F&M Stories
Professor to Study How Cities Are Reshaping Democracy
Over the years, Stephanie McNulty has conducted research on some South American, African and European countries where democracy is always a work in progress.
Having published widely on the subject, including two books – “Participatory Budgeting in Global Perspective” (2021) and “Democracy from Above?” (2019) – the Franklin & Marshall professor of government has recently won a National Science Foundation grant to continue her work.
McNulty is receiving $200,000, part of a $1.4 million award, shared across four continents by 25 researchers at 21 universities and colleges in seven cities—Buenos Aires, Cape Town, Lyon, New York City, Sao Paulo, Toronto and Warsaw.

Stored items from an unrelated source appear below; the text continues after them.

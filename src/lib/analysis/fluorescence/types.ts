import type { Raster } from '../types';

/** A fluorescence spot found by {@link detectSpots}, in pixels of the fluorescence frame. */
export interface FluorescenceSpot {
  /** Sub-pixel column of the spot centre (px). */
  readonly x: number;
  /** Sub-pixel row of the spot centre (px). */
  readonly y: number;
  /** Peak height of the fitted Gaussian above the local background (counts). */
  readonly amplitude: number;
  /** Fitted Gaussian standard deviation, or the PSF sigma when the fit was not used (px). */
  readonly sigmaPx: number;
  /** Integrated spot signal above the local background, 2π·amplitude·sigma² for a fit (counts). */
  readonly integratedCounts: number;
  /** Local background level per pixel under the spot, camera offset excluded (counts). */
  readonly backgroundCounts: number;
  /** integratedCounts over its noise (shot noise + background noise over 4πσ² pixels). */
  readonly snr: number;
  /** True when the 2-D Gaussian fit converged and stayed near the detected maximum; false for the centroid fallback. */
  readonly fitted: boolean;
}

/** Random source for the synthetic renderer: a seeded generator such as `createRng(seed)`. */
export interface SceneRng {
  /** Uniform sample in [0, 1). */
  uniform(): number;
  /** Standard normal sample. */
  normal(): number;
}

/** A spot to render: position in fluorescence pixels and its total photon budget. */
export interface SceneSpot {
  /** Column of the centre (px). */
  readonly x: number;
  /** Row of the centre (px). */
  readonly y: number;
  /** Expected total photons collected from this emitter (photons). */
  readonly photons: number;
}

export type { Raster };

/**
 * Which code runs a Gaussian filter: `'auto'` the WebAssembly SIMD kernel where the engine supports it and the
 * JavaScript one otherwise, `'wasm'` only the WebAssembly kernel (an Error where it cannot run), `'js'` only the
 * JavaScript kernel ({@link blurRows}).
 */
export type FilterImplementation = 'auto' | 'wasm' | 'js';
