import { quickselect } from 'simple-statistics';

/** Result of {@link robustNoiseSigma}. */
export interface RobustNoiseSigmaResult {
  /** Median of the sampled values (input unit). */
  readonly median: number;
  /** 1.4826 × median absolute deviation: the SD for Gaussian data, insensitive to sparse bright spots (input unit). */
  readonly sigma: number;
  /** Number of values sampled. */
  readonly nbSamples: number;
}

/**
 * Robust location and spread of a large array, from an evenly strided subsample.
 *
 * @param values - samples (any unit); not modified
 * @param maxSamples - at most this many evenly strided values are used (count)
 * @returns median and MAD-based sigma
 * @throws RangeError when values is empty
 * @see Rousseeuw PJ, Croux C. Alternatives to the median absolute deviation. JASA 88:1273–1283, 1993
 *   (the 1.4826 consistency factor).
 */
export function robustNoiseSigma(values: ArrayLike<number>, maxSamples = 262_144): RobustNoiseSigmaResult {
  const n = values.length;
  if (n === 0) throw new RangeError('values must not be empty');
  const stride = Math.max(1, Math.floor(n / maxSamples));
  const count = Math.ceil(n / stride);
  const scratch = new Float64Array(count);
  for (let i = 0, j = 0; i < n && j < count; i += stride, j++) scratch[j] = values[i];
  const mid = count >> 1;
  // quickselect is typed for number[] but only indexes and swaps, which a Float64Array supports.
  quickselect(scratch as unknown as number[], mid);
  const median = scratch[mid];
  for (let j = 0; j < count; j++) scratch[j] = Math.abs(scratch[j] - median);
  quickselect(scratch as unknown as number[], mid);
  return { median, sigma: 1.4826 * scratch[mid], nbSamples: count };
}
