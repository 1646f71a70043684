/**
 * The camera noise model of a fluorescence frame, in raw counts as the camera writes them: a pixel holding N photons
 * (signal + background) reads offsetCounts + gainCountsPerPhoton·N + read noise, so its variance is
 * gain·(mean − offset) + read² (Poisson photon noise scaled by the gain, plus Gaussian read noise).
 * For an sCMOS or CCD the three values are on the camera's data sheet or from a photon-transfer measurement.
 */
export interface CameraModel {
  /** Counts a dark pixel reads (bias) (counts). */
  readonly offsetCounts: number;
  /** Counts per detected photon (counts/photon); 1 for a camera that reports photo-electrons. */
  readonly gainCountsPerPhoton: number;
  /** Read noise, RMS (counts). */
  readonly readNoiseCounts: number;
}

/** Null calibration of z = amplitude / SE, from fits at empty places of the same frame. */
export interface NullCalibration {
  /** Median of z at the empty places (dimensionless); 0 when not calibrated. */
  readonly medianZ: number;
  /** 1.4826·MAD of z at the empty places (dimensionless); 1 when not calibrated. */
  readonly madZ: number;
  /** Number of empty places fitted. */
  readonly nbPlaces: number;
  /** False when too few empty places were free: z is then used as is (median 0, MAD 1). */
  readonly calibrated: boolean;
}

/** Kinds of control sample that may set a specificity threshold (buffer-only controls never do). */
export type ThresholdControlKind = 'isotype' | 'secondary_only';

/**
 * How one marker is called. Every rule reports z, p and q; they differ in what the amplitude must exceed.
 * - camera_noise: calibrated z = (z − medianZ)/madZ above zCritical (detected above the camera and background noise).
 * - control: the same, and the joint amplitude above the control kind's threshold (non-specific binding).
 * - manual: the joint amplitude above a threshold set by hand (counts).
 */
export type MarkerCallRule =
  | { readonly rule: 'camera_noise'; readonly zCritical: number; readonly nullCalibration: NullCalibration }
  | {
      readonly rule: 'control';
      readonly zCritical: number;
      readonly nullCalibration: NullCalibration;
      readonly controlKind: ThresholdControlKind;
      /** Joint-amplitude threshold from the control vesicles (counts). */
      readonly thresholdCounts: number;
    }
  | { readonly rule: 'manual'; readonly thresholdCounts: number; readonly nullCalibration?: NullCalibration };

This international research initiative will study how organizers in these cities reshape new tools in order to invigorate participation in democratic governance.

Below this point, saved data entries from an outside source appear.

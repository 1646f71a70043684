import type { Point, Raster } from '../types';
import { backgroundPositions } from './backgroundPositions';
import { aperturePhotometry } from '../fluorescence/aperturePhotometry';
import { thresholdFromControls, type ThresholdFromControlsResult } from './thresholdFromControls';

/** Options of {@link backgroundApertureThreshold}. */
export interface BackgroundApertureThresholdOptions {
  /** PSF standard deviation (px); the apertures use the same defaults as {@link aperturePhotometry}. Required. */
  sigmaPx: number;
  /**
   * Aperture radius (px), as used for the vesicles.
   * @default 2·sigmaPx
   */
  radiusPx?: number;
  /**
   * Background apertures keep at least this distance from every vesicle and spot (px).
   * @default 6·sigmaPx
   */
  exclusionRadiusPx?: number;
  /**
   * Upper limit on the number of apertures (count).
   * @default 400
   */
  maxApertures?: number;
  /**
   * Threshold = mean + k·SD of the background apertures.
   * @default 3
   */
  k?: number;
}

/** Result of {@link backgroundApertureThreshold}. */
export interface BackgroundApertureThresholdResult extends ThresholdFromControlsResult {
  /** Centres of the apertures used (px). */
  readonly positions: Point[];
}

/**
 * Aperture-count threshold for one channel: net aperture counts at empty places of the same frame
 * ({@link backgroundPositions}), mean + k·SD. The pipeline calls markers on the joint amplitude and so uses
 * {@link backgroundAmplitudeThreshold}; this one stays for comparing with aperture photometry.
 *
 * @param raster - fluorescence frame (counts); not modified
 * @param avoidPx - vesicle and spot positions to stay away from (px); not modified
 * @param options - see {@link BackgroundApertureThresholdOptions}
 * @returns the threshold (net aperture counts), its ingredients and the aperture centres
 * @throws AnalysisError `too_few_background_apertures` when fewer than 10 places are free
 */
export function backgroundApertureThreshold(
  raster: Raster,
  avoidPx: readonly Point[],
  options: BackgroundApertureThresholdOptions,
): BackgroundApertureThresholdResult {
  const { sigmaPx, radiusPx = 2 * sigmaPx, exclusionRadiusPx, maxApertures = 400, k = 3 } = options;
  const positions = backgroundPositions(raster, avoidPx, { sigmaPx, radiusPx, exclusionRadiusPx, maxPositions: maxApertures });
  const values = positions.map((p) => aperturePhotometry(raster, p, { sigmaPx, radiusPx }).netCounts);
  return { ...thresholdFromControls(values, k), positions };
}
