import KDBush from 'kdbush';
import { mulberry32 } from '../geometry/mulberry32';
import type { Point, Raster } from '../types';
import { callMarkerAmplitudes } from './callMarkerAmplitudes';
import { estimateMarkerAmplitudes } from './estimateMarkerAmplitudes';
import type { CameraModel, MarkerCallRule } from './types';

/** Options of {@link chanceColocalisation}. */
export interface ChanceColocalisationOptions {
  /** PSF standard deviation (px). Required. */
  sigmaPx: number;
  /** Camera model, as for the vesicles. Required. */
  camera: CameraModel;
  /** The marker's rule, as for the vesicles. Required. */
  rule: MarkerCallRule;
  /** Shift lengths are drawn uniformly between these (px), e.g. 2–4 µm over the pixel size. Required. */
  minShiftPx: number;
  maxShiftPx: number;
  /** Number of shifted copies of the vesicle set. @default 5 */
  nbShifts?: number;
  /** Seed of the shift directions and lengths. @default 1 */
  seed?: number;
  /** Beads and other fixed sources (px), fitted with their own columns. @default none */
  fixedSourcesPx?: readonly Point[];
  /** As in linkVesicles: spots closer than this to a shifted position count as its light (px). @default 1.5·sigmaPx */
  ownColumnMinDistancePx?: number;
}

/** Result of {@link chanceColocalisation}. */
export interface ChanceColocalisationResult {
  /** Share of shifted positions called positive (0–1): the positive fraction expected by chance alone. */
  readonly chancePositiveFraction: number;
  readonly nbPositions: number;
  readonly nbPositive: number;
  /** The shifts used (px). */
  readonly shiftsPx: Point[];
}

/**
 * Chance colocalisation of one marker: the vesicle set is moved as a whole by a few microns (several seeded shifts,
 * wrapped around the frame so density and count stay the same), and each moved position is fitted and called exactly
 * like a vesicle (joint fit with the beads and with the spots away from it, same camera model and rule). The share
 * called positive is the positive fraction that random placement alone would give, from free dye, debris and other
 * vesicles' light; compare it with the vesicles' positive fraction. Moving the whole set keeps the vesicles' spacing,
 * as in the shifted-image controls of object-based colocalisation.
 *
 * @param raster - fluorescence frame (raw counts); not modified
 * @param vesiclesFl - positions of the vesicles in this frame (px); not modified
 * @param spotsPx - detected spots of this channel, dim ones included (px); not modified
 * @param options - see {@link ChanceColocalisationOptions}
 * @returns the chance positive fraction and its counts
 * @throws RangeError for shift lengths that are not 0 < min ≤ max
 * @see Lachmanovich E et al. J Microsc 212:122–131, 2003 (object-based colocalisation against randomised positions; from memory).
 */
export function chanceColocalisation(
  raster: Raster,
  vesiclesFl: readonly Point[],
  spotsPx: readonly Point[],
  options: ChanceColocalisationOptions,
): ChanceColocalisationResult {
  const { sigmaPx, camera, rule, minShiftPx, maxShiftPx, nbShifts = 5, seed = 1, fixedSourcesPx = [], ownColumnMinDistancePx = 1.5 * sigmaPx } = options;
  if (!(minShiftPx > 0 && maxShiftPx >= minShiftPx)) throw new RangeError(`shift lengths must satisfy 0 < min ≤ max, got ${minShiftPx}, ${maxShiftPx}`);
  const { width, height } = raster;
  const inFrame = vesiclesFl.filter((p) => p.x >= 0 && p.x <= width - 1 && p.y >= 0 && p.y <= height - 1);
  const random = mulberry32(seed);
  const wrap = (v: number, size: number) => ((v % size) + size) % size;
  const shiftsPx: Point[] = [];
  let nbPositions = 0;
  let nbPositive = 0;
  for (let s = 0; s < nbShifts && inFrame.length > 0; s++) {
    const angle = 2 * Math.PI * random();
    const length = minShiftPx + (maxShiftPx - minShiftPx) * random();
    const shift = { x: length * Math.cos(angle), y: length * Math.sin(angle) };
    shiftsPx.push(shift);
    const moved = inFrame.map((p) => ({ x: Math.min(width - 1, wrap(p.x + shift.x, width)), y: Math.min(height - 1, wrap(p.y + shift.y, height)) }));
    const index = new KDBush(moved.length);
    for (const p of moved) index.add(p.x, p.y);
    index.finish();
    // sources further than 6σ from every moved position fall in other neighbourhoods of the fit and change nothing here
    const near = (p: Point) => index.within(p.x, p.y, 6 * sigmaPx).length > 0;
    const sources = [...fixedSourcesPx, ...spotsPx.filter((sp) => index.within(sp.x, sp.y, ownColumnMinDistancePx).length === 0)].filter(near);
    const fitted = estimateMarkerAmplitudes(raster, [...moved, ...sources], { sigmaPx, camera, nbQueried: moved.length }).amplitudes.slice(0, moved.length);
    for (const call of callMarkerAmplitudes(fitted, rule)) {
      if (call.positive === null) continue;
      nbPositions++;
      if (call.positive) nbPositive++;
    }
  }
  return { chancePositiveFraction: nbPositions ? nbPositive / nbPositions : Number.NaN, nbPositions, nbPositive, shiftsPx };
}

Professor McNulty with Bolivian participants working on participatory democracy. (Credit: Stephanie McNulty)
For the next three years, Par-City, the initiative that McNulty is leading with three researchers, will study New York City’s participatory institutions including the People’s Money, the Civic Engagement Commission and the grassroots efforts of organizations like the People’s Plan.
Their objectives are to find whether cities are responding to the global challenges of democracy, governance and trust; examine whether digital media, technologies and tools meet or fail these challenges; and advance concepts, models and theories of democracy, governance and trust.

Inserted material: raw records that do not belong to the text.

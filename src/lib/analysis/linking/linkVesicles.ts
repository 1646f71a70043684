import KDBush from 'kdbush';
import type { Point, Raster } from '../types';
import type { FluorescenceSpot } from '../fluorescence/types';
import { aperturePhotometry } from '../fluorescence/aperturePhotometry';
import { estimateMarkerAmplitudes } from './estimateMarkerAmplitudes';
import { callMarkerAmplitudes } from './callMarkerAmplitudes';
import type { CameraModel, MarkerCallRule } from './types';

/** Options of {@link linkVesicles}. */
export interface LinkVesiclesOptions {
  /** PSF standard deviation per marker (px). Required for every marker in `rastersPerChannel`. */
  sigmaPxByMarker: Readonly<Record<string, number>>;
  /**
   * How each marker is called (camera noise, control, manual; see {@link MarkerCallRule}). A marker without a rule is
   * called against its entry of thresholdCountsByMarker (the manual rule).
   * @default none
   */
  ruleByMarker?: Readonly<Record<string, MarkerCallRule>>;
  /**
   * Positivity threshold per marker, in the unit of `positivityMeasure` (counts), for markers without a rule.
   * Every marker needs a rule or a threshold.
   * @default none
   */
  thresholdCountsByMarker?: Readonly<Record<string, number>>;
  /** Camera noise model of the frames (weighted fit and model standard errors). @default none (residual-based SE) */
  camera?: CameraModel;
  /** Camera noise model per marker (a frame's own estimate); overrides `camera` for the markers it names. @default none */
  cameraByMarker?: Readonly<Record<string, CameraModel>>;
  /**
   * Light sources per marker that may lie near vesicles, such as detected spots (dim ones included): each one farther
   * than ownColumnMinDistancePx from every vesicle gets its own PSF column in the joint fit, so a free dye spot or
   * debris next to a vesicle keeps its own light. Spots closer than that are taken as the vesicle's own light.
   * @default spotsPerChannel
   */
  sourceSpotsByMarker?: Readonly<Record<string, readonly Point[]>>;
  /**
   * A source spot closer than this to a vesicle is that vesicle's light and gets no column (px). 1.5σ stays above the
   * mapping error of a registered vesicle (tens of nm, a fraction of σ) and below the FWHM (2.35σ) of a neighbour.
   * @default 1.5·sigmaPx of the channel
   */
  ownColumnMinDistancePx?: number;
  /**
   * Which intensity is compared with the threshold. 'jointAmplitude': the NNLS amplitude of the vesicle's PSF fitted
   * jointly with its neighbours (total counts of that PSF), so light from a neighbour closer than the PSF is not
   * counted; thresholds from {@link backgroundAmplitudeThreshold} or control vesicles' amplitudes. 'aperture': net
   * aperture counts, which also collect a close neighbour's light; thresholds from {@link backgroundApertureThreshold}.
   * @default 'jointAmplitude'
   */
  positivityMeasure?: 'aperture' | 'jointAmplitude';
  /**
   * Other light sources at known positions in the fluorescence frame (px), such as fiducial beads: each gets a
   * PSF column in the joint fit, so a bright bead next to a vesicle does not lend it light. Not reported.
   * @default none
   */
  otherSourcesPx?: readonly Point[];
  /**
   * Largest vesicle–spot distance that counts as a match (px).
   * @default 2·sigmaPx of the channel
   */
  spotMatchRadiusPx?: number;
}

/** One vesicle's measurement in one channel; null fields when the vesicle is outside that frame. */
export interface ChannelCall {
  /** Net aperture counts (counts); reported, compared with the threshold only when positivityMeasure is 'aperture'. */
  readonly apertureCounts: number | null;
  readonly apertureSnr: number | null;
  /** True when the aperture or its annulus reached outside the frame. */
  readonly apertureLeavesFrame: boolean;
  /** Joint NNLS amplitude (total counts of this vesicle's PSF); compared with the threshold by default. */
  readonly amplitudeCounts: number | null;
  /** Unconstrained least-squares amplitude (counts, may be < 0); for control-based thresholds. */
  readonly unconstrainedAmplitudeCounts: number | null;
  readonly amplitudeStdErrCounts: number | null;
  readonly amplitudeSnr: number | null;
  /** amplitudeCounts / amplitudeStdErrCounts, the same as amplitudeSnr (dimensionless). */
  readonly z: number | null;
  /** z calibrated by the frame's null (median, MAD at empty places); N(0, 1) where nothing is. */
  readonly zCalibrated: number | null;
  /** One-sided p-value of zCalibrated and its Benjamini–Hochberg q within the frame (this marker). */
  readonly pValue: number | null;
  readonly qValue: number | null;
  /** Index into that channel's spot list of the nearest spot within the match radius, else null. */
  readonly spotIndex: number | null;
  readonly spotDistancePx: number | null;
  /** Marker call; null when the vesicle is outside this frame. */
  readonly positive: boolean | null;
}

/** One vesicle's calls. */
export interface VesicleLink {
  readonly index: number;
  /** True when the vesicle maps outside at least one channel's frame (it is kept, not dropped). */
  readonly outOfFrame: boolean;
  readonly channels: Readonly<Record<string, ChannelCall>>;
  /** e.g. "CD9+ CD63- CD81+"; "CD63?" where the vesicle is outside that frame. Channel order of rastersPerChannel. */
  readonly phenotype: string;
  readonly nbPositive: number;
}

/** Result of {@link linkVesicles}. */
export interface LinkVesiclesResult {
  readonly vesicles: VesicleLink[];
  readonly markers: string[];
  readonly nbVesicles: number;
  readonly nbOutOfFrame: number;
  /** In-frame everywhere and negative for every marker. */
  readonly nbVesiclesWithoutMarker: number;
  readonly positiveByMarker: Readonly<Record<string, number>>;
  /** Vesicles inside each marker's frame, the denominator of positiveByMarker (count). */
  readonly nbMeasuredByMarker: Readonly<Record<string, number>>;
  /** PSF columns given to spots away from every vesicle (within 6σ of one), per marker (count). */
  readonly nbOtherSpotSourcesByMarker: Readonly<Record<string, number>>;
  /** Detected spots with no vesicle within the match radius, per marker (possible debris, free dye or missed EVs). */
  readonly unmatchedSpotsByMarker: Readonly<Record<string, number>>;
}

/**
 * Links AFM-detected vesicles (already mapped into fluorescence pixels) to every marker channel: aperture
 * photometry with SNR (reported), joint NNLS amplitude fitted together with every other emitter nearby (beads and
 * spots away from the vesicles), its SE under the camera model, z, p and q ({@link callMarkerAmplitudes}), the call
 * under the marker's rule and a phenotype string. Vesicles mapped outside a frame are "not measured" there
 * (positive null), flagged, not dropped, and left out of that marker's denominator (nbMeasuredByMarker).
 *
 * @param vesiclesFl - vesicle centres in fluorescence pixels (px); not modified
 * @param spotsPerChannel - detected spots per marker (px); not modified; a missing marker means no spots
 * @param rastersPerChannel - fluorescence frame per marker (counts); its key order sets the phenotype order
 * @param options - see {@link LinkVesiclesOptions}
 * @returns per-vesicle calls and counts
 * @throws RangeError when a marker lacks a sigma or a threshold
 */
export function linkVesicles(
  vesiclesFl: readonly Point[],
  spotsPerChannel: Readonly<Record<string, readonly FluorescenceSpot[]>>,
  rastersPerChannel: Readonly<Record<string, Raster>>,
  options: LinkVesiclesOptions,
): LinkVesiclesResult {
  const {
    sigmaPxByMarker, thresholdCountsByMarker = {}, ruleByMarker = {}, camera, cameraByMarker = {}, otherSourcesPx = [], positivityMeasure = 'jointAmplitude',
    spotMatchRadiusPx, sourceSpotsByMarker, ownColumnMinDistancePx,
  } = options;
  const markers = Object.keys(rastersPerChannel);
  for (const marker of markers) {
    if (!(sigmaPxByMarker[marker] > 0)) throw new RangeError(`sigmaPxByMarker.${marker} must be a positive number`);
    if (!ruleByMarker[marker] && !Number.isFinite(thresholdCountsByMarker[marker])) {
      throw new RangeError(`thresholdCountsByMarker.${marker} must be a finite number when the marker has no rule`);
    }
  }
  const n = vesiclesFl.length;
  const perMarker: Record<string, ChannelCall[]> = {};
  const unmatchedSpotsByMarker: Record<string, number> = {};
  const positiveByMarker: Record<string, number> = {};
  const nbMeasuredByMarker: Record<string, number> = {};
  const nbOtherSpotSourcesByMarker: Record<string, number> = {};

  for (const marker of markers) {
    const raster = rastersPerChannel[marker];
    const sigmaPx = sigmaPxByMarker[marker];
    const rule: MarkerCallRule = ruleByMarker[marker] ?? { rule: 'manual', thresholdCounts: thresholdCountsByMarker[marker] };
    const matchPx = spotMatchRadiusPx ?? 2 * sigmaPx;
    const spots = spotsPerChannel[marker] ?? [];
    const vesicleIndex = new KDBush(Math.max(1, n));
    for (const v of vesiclesFl) vesicleIndex.add(v.x, v.y);
    if (n === 0) vesicleIndex.add(-1e9, -1e9);
    vesicleIndex.finish();
    // every emitter away from the vesicles gets its own column; the first n amplitudes are the vesicles'
    const ownPx = ownColumnMinDistancePx ?? 1.5 * sigmaPx;
    // spots further than 6σ from every vesicle fall in other neighbourhoods of the fit and are left out
    const spotSources = (sourceSpotsByMarker?.[marker] ?? spots)
      .filter((s) => vesicleIndex.within(s.x, s.y, ownPx).filter((i) => i < n).length === 0)
      .filter((s) => vesicleIndex.within(s.x, s.y, 6 * sigmaPx).filter((i) => i < n).length > 0)
      .map((s) => ({ x: s.x, y: s.y }));
    nbOtherSpotSourcesByMarker[marker] = spotSources.length;
    const sources = [...otherSourcesPx, ...spotSources];
    const fitted = estimateMarkerAmplitudes(raster, sources.length ? [...vesiclesFl, ...sources] : vesiclesFl, { sigmaPx, camera: cameraByMarker[marker] ?? camera, nbQueried: n }).amplitudes;
    const joint = fitted.slice(0, n);
    const tests = callMarkerAmplitudes(joint, rule);

    // nearest spot per vesicle, and spots with no vesicle
    const spotIndex = new KDBush(Math.max(1, spots.length));
    for (const s of spots) spotIndex.add(s.x, s.y);
    if (spots.length === 0) spotIndex.add(-1e9, -1e9);
    spotIndex.finish();
    unmatchedSpotsByMarker[marker] = spots.filter(
      (s) => vesicleIndex.within(s.x, s.y, matchPx).filter((i) => i < n).length === 0,
    ).length;

    let nbPositive = 0;
    let nbMeasured = 0;
    perMarker[marker] = vesiclesFl.map((v, i) => {
      let nearest: number | null = null;
      let nearestD: number | null = null;
      for (const j of spotIndex.within(v.x, v.y, matchPx)) {
        if (j >= spots.length) continue;
        const d = Math.hypot(spots[j].x - v.x, spots[j].y - v.y);
        if (nearestD === null || d < nearestD) {
          nearestD = d;
          nearest = j;
        }
      }
      if (joint[i].outOfFrame) {
        return {
          apertureCounts: null, apertureSnr: null, apertureLeavesFrame: true, amplitudeCounts: null, unconstrainedAmplitudeCounts: null,
          amplitudeStdErrCounts: null, amplitudeSnr: null, z: null, zCalibrated: null, pValue: null, qValue: null,
          spotIndex: nearest, spotDistancePx: nearestD, positive: null,
        };
      }
      nbMeasured++;
      const ap = aperturePhotometry(raster, v, { sigmaPx });
      const positive = positivityMeasure === 'aperture' && rule.rule === 'manual' ? ap.netCounts > rule.thresholdCounts : tests[i].positive === true;
      if (positive) nbPositive++;
      return {
        apertureCounts: ap.netCounts,
        apertureSnr: ap.snr,
        apertureLeavesFrame: ap.leavesFrame,
        amplitudeCounts: joint[i].amplitudeCounts,
        unconstrainedAmplitudeCounts: joint[i].unconstrainedAmplitudeCounts,
        amplitudeStdErrCounts: joint[i].stdErrCounts,
        amplitudeSnr: joint[i].snr,
        z: tests[i].z,
        zCalibrated: tests[i].zCalibrated,
        pValue: tests[i].pValue,
        qValue: tests[i].qValue,
        spotIndex: nearest,
        spotDistancePx: nearestD,
        positive,
      };
    });
    positiveByMarker[marker] = nbPositive;
    nbMeasuredByMarker[marker] = nbMeasured;
  }

  // phenotypes
  const vesicles: VesicleLink[] = vesiclesFl.map((_, i) => {
    const channels: Record<string, ChannelCall> = {};
    let outOfFrame = false;
    let nbPositive = 0;
    const parts: string[] = [];
    for (const marker of markers) {
      const call = perMarker[marker][i];
      channels[marker] = call;
      if (call.positive === null) outOfFrame = true;
      if (call.positive) nbPositive++;
      parts.push(`${marker}${call.positive === null ? '?' : call.positive ? '+' : '-'}`);
    }
    return { index: i, outOfFrame, channels, phenotype: parts.join(' '), nbPositive };
  });
  return {
    vesicles,
    markers,
    nbVesicles: n,
    nbOutOfFrame: vesicles.filter((v) => v.outOfFrame).length,
    nbVesiclesWithoutMarker: vesicles.filter((v) => !v.outOfFrame && v.nbPositive === 0).length,
    positiveByMarker,
    nbMeasuredByMarker,
    nbOtherSpotSourcesByMarker,
    unmatchedSpotsByMarker,
  };
}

We asked McNulty three questions about her research and this project:
Is this grant initiative an extension of your research and books on participatory democracy?
It is. I'm very excited because this particular grant is an international mechanism that brings together seven national funding agencies that pledged $200,000 each over three years to work on intransigent problems around democracy, government and trust. Combined, the $1.4 million funds seven teams researching participatory innovations in seven cities. With the exception of Lyon in France, all of them are “mega cities.”
What will your work entail and will you have students involved?
I'm the principal investigator for a team of four researchers, including me. We will research New York City's urban participatory landscape. We're going to look at housing, at the People's Plan -- a grassroots plan to try and engage citizens more actively in politics, participatory budgeting and at what's happening around immigration. I'm hoping to work with two Hackman scholars each summer, and my colleagues in New York will have graduate students as research assistants. I think F&M will be the only one with undergraduate students.
What are you seeking to accomplish with this work?
Our effort is to research the effectiveness of these participatory institutions in urban settings – the term is urban participatory institutions or UPI – to see how or if they are able to tackle issues like persistent inequality, climate change and the marginalization of certain populations. The big picture of this grant is a seven-country team doing this over three years. That's super exciting because honestly, in the participatory democracy world, as far as I know, that's never been funded by major agencies.